Work order » Pull out every line below that holds the word "indices".

Saved data entries »

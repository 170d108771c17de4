"""Noise records from a model: exact, chunked, seeded, per channel.

A simulated record is what the sensor would deliver if its noise were exactly the model: one
sample per period dt = 1/rate and channel, as a **rate sample** (the mean of the continuous
output over the sample period [u], default) or as an **increment** (its integral over the
period, the delta-angle [rad] / delta-velocity [m/s] many IMUs deliver, [u·s]).

Exactness
---------
Every sample is the exact mean of the continuous model over its period, so the Allan variance of
a record at τ = m/rate is the model's continuous Allan variance at that τ (the cluster mean of m
samples is the mean of the continuous output over τ), whatever the rate. Term by term:

* **state-space terms** (``random_walk``, ``gauss_markov``, ``flicker`` through its realization
  as a sum of Gauss-Markov processes, and any term with a continuous realization): the term's
  realization dx/dt = F x + G w, y = H x (:meth:`sensormodel.terms.Term.state_space`) is
  augmented with the running mean of its output, a' = H x / dt, and discretized exactly over one
  step with Van Loan's method (:func:`sensormodel.linear.step_model` over
  :func:`sensormodel.linear.van_loan`; C. F. Van Loan, IEEE Trans. Automatic Control
  AC-23(3):395-404, 1978), the mean state reset every step. The step's mean
  ȳ_k = γ x_k + v_k and the next state x_{k+1} = Φ x_k + w_k are jointly Gaussian: cov(w, v)
  from the augmented Qd. The sample is drawn as ȳ_k = γ x_k + c w_k + e_k with c = Qxx⁻¹ q_xa
  and e_k independent of w_k of variance q_aa − q_axᵀ c (the conditional Gaussian). The initial
  state is drawn from P0 (stationary for Gauss-Markov states, 0 for random walks). Stationary
  first-order states (Gauss-Markov, flicker) join the channel's white stream (next items). A
  random walk (any diagonal F not stationary from t = 0) is one first-order recursion per state
  (:func:`scipy.signal.lfilter`; a running sum for φ = 1) over a whole block with its state
  carried; a non-diagonal F (the ``shaped`` term's companion form, band-limited white) runs as
  one transfer function per noise input (exact impulse response, checked); where that form is
  not accurate to 1e-9 the step-by-step loop is used (exact, slow).
* ``white`` (density N): the mean of white noise of two-sided PSD N² over dt has variance N²/dt
  (increment variance N²·dt, IEEE Std 952 Annex C: Allan variance N²/τ). It shares one Gaussian
  stream with the e_k parts of the state-space terms (independent Gaussians add).
* **The stationary part in one stream**: white noise, the e_k residuals and every stationary
  first-order state together are one stationary Gaussian sequence. It is simulated in its
  *innovations form* (the steady-state Kalman predictor: one white innovation of variance Λ
  through a filter H(z) with the model's poles, started from its stationary state;
  :func:`sensormodel.linear.innovations_filter`), which has exactly the model's
  autocovariance, with one normal deviate per sample instead of one per state; H runs as
  second-order sections (:func:`scipy.signal.sosfilt`). Built once per channel, it is checked
  against the model: spectrum and variance within
  :data:`sensormodel.linear.INNOVATIONS_TOLERANCE` (1e-7; typically 1e-12 to 1e-8, the float64
  rounding of the section coefficients), else the channel runs one stream per
  state. That error is far below what a record resolves: the Allan variance of 10⁹ samples has
  a relative standard error of 4·10⁻⁵ at best.
* ``quantization`` (Q): a white error e_k on the integrated output (angle / velocity), of
  variance Q², **uniform** on ±√3·Q as the rounding error of a quantizer is (Q = s/√12 for a
  quantum s). The increment carries e_{k+1} − e_k, the rate sample (e_{k+1} − e_k)/dt; the
  Allan variance is exactly 3 var(e)/τ² = 3Q²/τ² (IEEE Std 952-1997 Annex C).
* ``ramp`` (R): the term is a slope fixed over a run with E[s²] = R² (its P0). Here
  s = ±R with a random sign per run, so every record has exactly the Allan variance R²τ²/2 and
  an ensemble has the covariance of the model (mean 0, var(s) = R²). The ramp value is 0 at
  turn-on (t = 0); the sample k is its mean s·(k + ½)·dt over [k dt, (k+1) dt].
* ``random_constant`` (σ): one N(0, σ²) draw per run and channel, constant over the record.

The channel's output filter (``bandwidth``, ``filter_order``) is **not** applied (a white term
that carries its own ``bandwidth`` is simulated through its Butterworth realization): samples are
period means (equivalent noise bandwidth rate/2, per-sample variance N²·rate). The Allan variance at
τ ≫ 1/bandwidth does not depend on it.

Flicker: two methods
--------------------
``"realization"`` (default): exact simulation of the term's realization (sum of Gauss-Markov
processes, :meth:`sensormodel.terms.Flicker.realization`, built for the *channel's* sample rate,
so a record at another rate keeps the model's cut-off), whose Allan deviation follows the exact
1/f form within the realization's stated error over its τ band (up to the term's
``longest_time``). ``"power-law"``: the method of N. J. Kasdin and T. Walter, "Discrete
simulation of power law noise", Proc. 1992 IEEE Frequency Control Symposium, pp. 274-283: white
noise of variance Q_d = B² through the truncated moving-average filter h_0 = 1,
h_k = h_{k−1}(α/2 + k − 1)/k with α = 1, run as an FFT overlap-save convolution; its one-sided
PSD is 2 Q_d dt |2 sin(π f dt)|⁻¹ ≈ B²/(π f) (their eq. (39)) up to the Nyquist frequency of the
simulation rate (the term's ``cutoff`` is not applied). The filter has
L = min(⌈longest_time · rate⌉, ``max_taps``) taps (default 2^20), so the 1/f spectrum holds
down to about rate/L; the filter's history is filled before the first sample (a stationary
start).

Reproducibility
---------------
The seed becomes a :class:`numpy.random.SeedSequence`; every random stream (per run, channel and
term) has its own generator from ``SeedSequence(seed, spawn_key=(run, channel, slot, term))``,
the channel keyed by a CRC-32 of its id (so selecting channels does not change a channel's
record). Random numbers are drawn in a fixed schedule of internal blocks (FIRST_BLOCK samples,
doubling up to BLOCK), so the record is bit-for-bit the same whatever the chunk size it is read
in, and a longer record starts with the shorter one. Channels are generated in parallel
threads (``threads``); the record does not depend on their number. Normal deviates come from
the Box-Muller transform of the generator's uniforms (:class:`_Normals`: 2-3× faster than its
ziggurat ``standard_normal``).

Speed
-----
Per sample and channel: one normal deviate for the stationary part (white, Gauss-Markov,
flicker), one per random-walk or shaped-term noise input, one uniform for quantization, and an
FFT for power-law flicker. The innovations stream (in its parallel form, one first-order state
per pole) and the single-state random walks of a channel run in one block engine
(:class:`_Parallel`): the same linear recursions regrouped into small matrix products over
sub-blocks of 16 samples, each product cut below OpenBLAS's threading threshold so it stays
one single-threaded call (the record does not depend on BLAS threads). It agrees with the
sample-by-sample filters to rounding (tests); a record is bit-for-bit reproducible on one
machine (numpy's vectorized functions and the BLAS kernels are chosen per processor, so
another processor type may differ in the last bits).
``tests/benchmarks/bench_simulate.py`` prints samples per second for typical model mixes
(DEVELOPERS.md, Benchmarks).

Layout
------
The package exports the names below; its modules are private: ``_streams`` (generators,
Box-Muller deviates, the block schedule, white / quantization / ramp sources), ``_statespace``
(exact period means of a realization), ``_powerlaw`` (Kasdin-Walter flicker),
``_innovations`` (the innovation stream and the block engine), ``_channel`` (one channel's
sources), ``_simulator`` (:class:`SimulationOptions`, :class:`Simulator`, :func:`simulate`,
:func:`simulate_ensemble`), ``_ensemble`` (:func:`ensemble_statistics`) and ``_records``
(:func:`write_record`). The options of a record (run, increments, flicker method, channels,
Kasdin-Walter length, threads) are :class:`SimulationOptions`' alone: the public functions take
them as keywords and pass them on. The algebra they run (the exact step, the innovations form)
is :mod:`sensormodel.linear`'s.
"""

from __future__ import annotations

from ._ensemble import EnsembleStatistics, ensemble_statistics
from ._powerlaw import DEFAULT_MAX_TAPS, kasdin_coefficients
from ._records import run_path, write_record
from ._simulator import (
    FLICKER_METHODS,
    SimulationOptions,
    Simulator,
    new_seed,
    record_rate,
    samples_for,
    simulate,
    simulate_ensemble,
)
from ._streams import BLOCK, FIRST_BLOCK

__all__ = [
    "FLICKER_METHODS",
    "BLOCK",
    "FIRST_BLOCK",
    "DEFAULT_MAX_TAPS",
    "Simulator",
    "SimulationOptions",
    "simulate",
    "simulate_ensemble",
    "EnsembleStatistics",
    "ensemble_statistics",
    "write_record",
    "run_path",
    "new_seed",
    "record_rate",
    "samples_for",
    "kasdin_coefficients",
]
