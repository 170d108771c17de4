"""Records on disk: a simulated record streamed to a file, and the file names of an ensemble."""

from __future__ import annotations

import os
import pathlib
from collections.abc import Callable
from dataclasses import replace
from typing import TYPE_CHECKING, Any

from .. import validate
from ..recording import open_writer
from ._simulator import SimulationOptions, Simulator
from ._streams import BLOCK

if TYPE_CHECKING:  # pragma: no cover
    from ..model import NoiseModel


def run_path(path: str | os.PathLike[str], run: int, runs: int) -> pathlib.Path:
    """The file name of run ``run`` of an ensemble of ``runs`` written to ``path``.

    One run: ``path`` itself. Several: ``name-run007.ext`` (zero-padded to the width of
    ``runs − 1``, at least three digits); a ``{run}`` in the name is replaced instead.

    Parameters
    ----------
    path : path-like
        The name given for the record(s).
    run : int
        Run index (0-based).
    runs : int
        Number of runs.

    Returns
    -------
    pathlib.Path
    """
    p = pathlib.Path(path)
    if runs == 1 and "{run}" not in p.name:
        return p
    width = max(3, len(str(runs - 1)))
    tag = f"{run:0{width}d}"
    if "{run}" in p.name:
        return p.with_name(p.name.replace("{run}", tag))
    suffixes = "".join(p.suffixes[-1:])
    stem = p.name[: len(p.name) - len(suffixes)] if suffixes else p.name
    return p.with_name(f"{stem}-run{tag}{suffixes}")


def write_record(
    path: str | os.PathLike[str],
    model: NoiseModel,
    n: int,
    rate: float | None = None,
    *,
    seed: int | None = None,
    force: bool = False,
    chunk: int = 4 * BLOCK,
    progress: Callable[[int], None] | None = None,
    **keywords: Any,
) -> Simulator:
    """Stream a simulated record to a file (CSV, NPY, NPZ or HDF5 by extension), atomically.

    Written chunk by chunk through :func:`sensormodel.recording.open_writer`, so memory stays
    constant whatever ``n``.

    Parameters
    ----------
    path : path-like
        Output file; its extension chooses the format (see :mod:`sensormodel.recording`).
    model : NoiseModel
        The noise model.
    n : int
        Samples per channel.
    rate, seed
        As for :func:`simulate` (read the seed back from the returned simulator).
    force : bool
        Overwrite an existing file.
    chunk : int
        Rows per write.
    progress : callable, optional
        Called with the number of rows written after each chunk.
    **keywords
        :class:`SimulationOptions` by name (``run``, ``increments``, ``flicker``,
        ``channels``, ``max_taps``, ``threads``); the others are passed on to
        :func:`sensormodel.recording.open_writer` (``time_column``, ``start_time``).

    Returns
    -------
    Simulator
        The exhausted generator (its ``seed``, ``rate``, ``channel_ids``, ``units``).
    """
    options, writer_options = SimulationOptions.split(keywords)
    # The writer takes period means (SI rates) and writes increments itself when asked.
    sim = Simulator(model, rate, seed=seed, options=replace(options, increments=False))
    n = validate.whole_number(n, "n")
    with open_writer(
        path,
        sim.channel_ids,
        None,
        sim.rate,
        increments=options.increments,
        force=force,
        n_samples=n,
        **writer_options,
    ) as writer:
        for block in sim.chunks(n, chunk=chunk):
            writer.write(block)
            if progress is not None:
                progress(block.shape[0])
    return sim
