"""The quality of one channel's static record: settling, temperature, steps and spikes, the part
used (private to :mod:`sensormodel.quality`)."""

from __future__ import annotations

import dataclasses
from dataclasses import dataclass, field
from typing import Any

import numpy as np

from .. import validate
from ..confidence import DECISION_CONFIDENCE
from ..errors import AnalysisError
from ._events import (
    DEFAULT_STEP_WINDOW,
    Events,
    clean_segments,
    detect_events,
    exclusion_mask,
    found_values,
    levelled,
)
from ._settling import (
    DEFAULT_SETTLING_WINDOW,
    MIN_SETTLING_WINDOWS,
    Settling,
    detect_settling,
    settling_trim,
)
from ._temperature import TemperatureEffect, remove_temperature, temperature_sensitivity
from ._windows import Reason, as_record

__all__ = ["RecordQuality", "assess"]


@dataclass(frozen=True)
class RecordQuality:
    """What was found in one channel's record and what was done to it (numbers and reason
    codes; the reports write the sentences from :data:`sensormodel.report.REASONS`).

    Attributes
    ----------
    channel : str
        Channel id.
    rate : float
        Sample rate [Hz].
    n_samples : int
        Samples in the record.
    settling : Settling or None
        The warm-up detection (None where the record is too short to judge it and no trim
        was asked).
    trim_start : int
        Index of the first sample kept after the warm-up (0 without a trim).
    temperature : TemperatureEffect or None
        The temperature regression (on the record after the trim).
    temperature_removed : bool
        Whether its linear effect was removed from ``samples``.
    events : Events or None
        Spikes and steps (indices in the whole record).
    segments : tuple of (int, int)
        The (start, stop) sample ranges used for the analysis.
    reasons : tuple
        (code, values) pairs, in the order found.
    samples : ndarray
        The whole record as analysed (temperature effect removed where asked) [unit]; not
        compared, not shown.
    """

    channel: str
    rate: float
    n_samples: int
    settling: Settling | None
    trim_start: int
    temperature: TemperatureEffect | None
    temperature_removed: bool
    events: Events | None
    segments: tuple[tuple[int, int], ...]
    reasons: tuple[Reason, ...]
    samples: np.ndarray = field(repr=False, compare=False)

    @property
    def samples_used(self) -> int:
        """Samples in ``segments``."""
        return sum(b - a for a, b in self.segments)

    @property
    def fraction_used(self) -> float:
        """Share of the record in ``segments`` [-]."""
        return self.samples_used / self.n_samples

    def segment_arrays(self) -> list[np.ndarray]:
        """The used segments of ``samples``, for :func:`sensormodel.allan.overlapping_pooled`."""
        return [self.samples[a:b] for a, b in self.segments]


def _after(events: Events, start: int, pos: np.ndarray, rate: float, t0: float) -> Events:
    """The events from joined sample ``start`` on (those in a trimmed warm-up dropped), in the
    record's own indices and times (``pos`` maps a joined index to the record's), their
    reasons rebuilt."""

    def place(e: Any) -> Any:
        return dataclasses.replace(e, index=int(pos[e.index]), time=t0 + pos[e.index] / rate)

    spikes = tuple(place(e) for e in events.spikes if e.index >= start)
    steps = tuple(place(e) for e in events.steps if e.index >= start)
    reasons: list[Reason] = []
    if spikes:
        reasons.append(("spikes_found", found_values(list(spikes), events.spike_threshold)))
    if steps:
        reasons.append(("steps_found", found_values(list(steps), events.step_threshold)))
    return dataclasses.replace(events, spikes=spikes, steps=steps, reasons=tuple(reasons))


def _temperature_column(
    temperature: Any, n: int, pos: np.ndarray, remove: bool
) -> np.ndarray | None:
    """The temperature at the joined samples (None without one); a removal asked without a
    temperature is refused."""
    if temperature is None:
        if remove:
            raise AnalysisError(
                "the removal of the temperature effect was asked without a temperature column",
                "a temperature column (or no removal)",
                field="temperature",
            )
        return None
    column = np.asarray(temperature, dtype=np.float64)
    if column.ndim != 1 or column.shape[0] != n:
        raise AnalysisError(
            f"the temperature has shape {column.shape}, the channel {n} samples",
            "one temperature per sample",
            field="temperature",
        )
    return as_record(column[pos], "temperature")


def _joined(y: Any, segments: Any) -> tuple[np.ndarray, np.ndarray, np.ndarray, int]:
    """(the clean segments joined end to end, the record index of each joined sample, the
    joined index where each segment starts, the record's length)."""
    full = np.asarray(y, dtype=np.float64)
    n = int(full.shape[0]) if full.ndim == 1 else 0
    bounds = [(0, n)] if segments is None else [(int(a), int(b)) for a, b in segments]
    last = 0
    for a, b in bounds:
        if not (last <= a < b <= n):
            raise AnalysisError(
                f"got segment ({a}, {b}) of a record of {n} samples",
                "(start, stop) sample ranges in order, not overlapping, within the record",
                field="segments",
            )
        last = b
    if not bounds:
        raise AnalysisError("got no segments", "at least one clean segment", field="segments")
    joined = as_record(np.concatenate([full[a:b] for a, b in bounds]))
    pos = np.concatenate([np.arange(a, b) for a, b in bounds])
    starts = np.cumsum([0] + [b - a for a, b in bounds[:-1]])
    return joined, pos, starts, n


def _used(keep: np.ndarray, starts: np.ndarray, pos: np.ndarray, min_segment: int) -> list:
    """The kept runs of the joined record cut at the segments' joints, in record indices."""
    marks = np.zeros(keep.shape[0] + 1, dtype=np.int64)
    marks[starts] = 1
    out = []
    ident = np.cumsum(marks[:-1])  # which segment each joined sample belongs to
    for a, b in clean_segments(keep, min_length=1):
        for s_id in np.unique(ident[a:b]):
            idx = np.flatnonzero(ident[a:b] == s_id) + a
            if idx.size >= min_segment:
                out.append((int(pos[idx[0]]), int(pos[idx[-1]]) + 1))
    return out


def _settling(
    arr: np.ndarray,
    rate: float,
    trim: Any,
    model: Any,
    window: float,
    false_alarm: float,
    temp: np.ndarray | None,
) -> tuple[int, Settling | None, list[Reason]]:
    """The trim and the settling detection (judged wherever the record is long enough)."""
    reasons: list[Reason] = []
    if trim is None:
        if arr.shape[0] < MIN_SETTLING_WINDOWS * max(1, round(window * rate)):
            return (
                0,
                None,
                [("settling_not_judged", {"duration": arr.shape[0] / rate, "window": window})],
            )
        found = detect_settling(
            arr, rate, model=model, window=window, false_alarm=false_alarm, temperature=temp
        )
        return 0, found, list(found.reasons)
    start, found = settling_trim(
        arr, rate, trim, model=model, window=window, false_alarm=false_alarm, temperature=temp
    )
    if found is not None:
        reasons.extend(found.reasons)
    reasons.append(
        ("settling_trimmed", {"seconds": start / rate, "samples": start, "auto": found is not None})
    )
    return start, found, reasons


def _temperature(
    arr: np.ndarray,
    level: np.ndarray,
    temp: np.ndarray,
    start: int,
    rate: float,
    model: Any,
    remove: bool,
    options: dict[str, Any],
) -> tuple[TemperatureEffect, np.ndarray, list[Reason]]:
    """The sensitivity on the levelled record after the trim, and the samples with its effect
    removed when asked (else ``arr`` itself)."""
    effect = temperature_sensitivity(level[start:], temp[start:], rate, model=model, **options)
    reasons = list(effect.reasons)
    samples = arr
    if remove:
        samples = arr.copy()
        samples[start:] = remove_temperature(arr[start:], temp[start:], rate, effect)
        values = {"sensitivity": effect.sensitivity, "unit": options["unit"]}
        reasons.append(("temperature_removed", values))
    return effect, samples, reasons


def assess(
    y: Any,
    rate: float,
    *,
    channel: str = "signal",
    unit: str = "1",
    start_time: float = 0.0,
    model: Any = None,
    temperature: Any = None,
    trim: Any = None,
    remove_temperature_effect: bool = False,
    exclude_events: bool = False,
    datasheet_sensitivity: Any = None,
    settling_window: float = DEFAULT_SETTLING_WINDOW,
    temperature_window: float | None = None,
    step_window: float = DEFAULT_STEP_WINDOW,
    confidence: float = DECISION_CONFIDENCE,
    false_alarm: float = 0.01,
    min_segment: int = 100,
    segments: Any = None,
) -> RecordQuality:
    """Judge one channel's static record and prepare it for the Allan analysis.

    In order: spikes and steps (:func:`detect_events`), the warm-up (:func:`detect_settling` on
    the record with its spikes and steps levelled and the temperature as a second regressor;
    cut with ``trim``), the temperature sensitivity on what remains
    (:func:`temperature_sensitivity`, levelled too; removed with ``remove_temperature_effect``),
    and the events after the trim excluded as short gaps with ``exclude_events``, leaving clean
    segments for :func:`sensormodel.allan.overlapping_pooled`.

    Parameters
    ----------
    y : array_like
        Rate samples of one channel [unit], uniformly spaced, finite within ``segments``.
    rate : float
        Sample rate [Hz].
    channel, unit : str
        Labels kept in the result and its reasons.
    start_time : float
        Time of the first sample [s].
    model : sensormodel.model.Channel, optional
        The channel's noise model (σ_A for settling and steps, the variogram for the
        temperature interval); else each is estimated from the record.
    temperature : array_like, optional
        The temperature at each sample [°C or K] (e.g. ``Recording.auxiliary["temp"]``).
    trim : None, "auto" or float
        Cut the warm-up: ``"auto"`` (the settling time) or a time [s].
    remove_temperature_effect : bool
        Remove the fitted linear temperature effect from the samples analysed.
    exclude_events : bool
        Exclude spikes and steps as short gaps.
    datasheet_sensitivity : float or SpecValue, optional
        The datasheet's ``bias_temperature_sensitivity`` [unit/K].
    settling_window, temperature_window, step_window : float
        Windows [s] of the three tests (60 s; the record in 100; 10 s).
    confidence : float
        Confidence of the sensitivity's interval (default 0.9).
    false_alarm : float
        False-alarm probability of each detection on a clean record (default 0.01).
    min_segment : int
        Shortest segment kept after the exclusions [samples] (default 100).
    segments : sequence of (int, int), optional
        The record's clean segments (start, stop) (e.g. from ``Recording.segments``, with
        ``gaps="split"``); the tests run on them joined end to end (a dropped second moves the
        later windows by that second: negligible for windows of a minute) and report positions
        in the record's indices; no used segment spans a gap. Default: the whole record.

    Returns
    -------
    RecordQuality

    Raises
    ------
    AnalysisError
        A trim as long as the record, a record that has not settled (``trim="auto"``), too
        short a record to judge settling with ``trim="auto"``, a constant temperature, a
        temperature of another length, removal without a temperature, and the tests' errors.
    """
    rate = validate.rate(rate)
    arr, pos, joints, n = _joined(y, segments)
    temp = _temperature_column(temperature, n, pos, remove_temperature_effect)
    # events first: a step is not a transient, and a slow transient or a temperature drift
    # does not disturb the two-window test
    found = detect_events(
        arr, rate, model=model, step_window=step_window, false_alarm=false_alarm
    )  # fmt: skip
    level = levelled(arr, found)
    start, settling, reasons = _settling(
        level, rate, trim, model, settling_window, false_alarm, temp
    )  # fmt: skip
    events = _after(found, start, pos, rate, start_time)
    effect, corrected = None, arr
    if temp is not None:
        effect, corrected, more = _temperature(
            arr, level, temp, start, rate, model, remove_temperature_effect,
            {"window": temperature_window, "confidence": confidence,
             "datasheet": datasheet_sensitivity, "unit": unit},
        )  # fmt: skip
        reasons.extend(more)
    reasons.extend(events.reasons)
    keep = exclusion_mask(arr.shape[0], found) if exclude_events else np.ones(arr.shape, bool)
    keep[:start] = False
    used_segments = _used(keep, joints, pos, min_segment)
    if exclude_events and (events.spikes or events.steps):
        values = {"samples": int(arr.shape[0] - start - keep.sum()), "segments": len(used_segments)}
        reasons.append(("events_excluded", values))
    used = sum(b - a for a, b in used_segments)
    reasons.append(("record_fraction_used", {"fraction": used / n, "used": used, "total": n}))
    samples = np.array(y, dtype=np.float64)
    samples[pos] = corrected
    return RecordQuality(
        channel, rate, n, settling, int(pos[start]), effect, corrected is not arr, events,
        tuple(used_segments), tuple(reasons), samples,
    )  # fmt: skip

Written answer »
        Spikes and steps (indices in the whole record).
    record's own indices and times (``pos`` maps a joined index to the record's), their
    """The kept runs of the joined record cut at the segments' joints, in record indices."""
        in the record's indices; no used segment spans a gap. Default: the whole record.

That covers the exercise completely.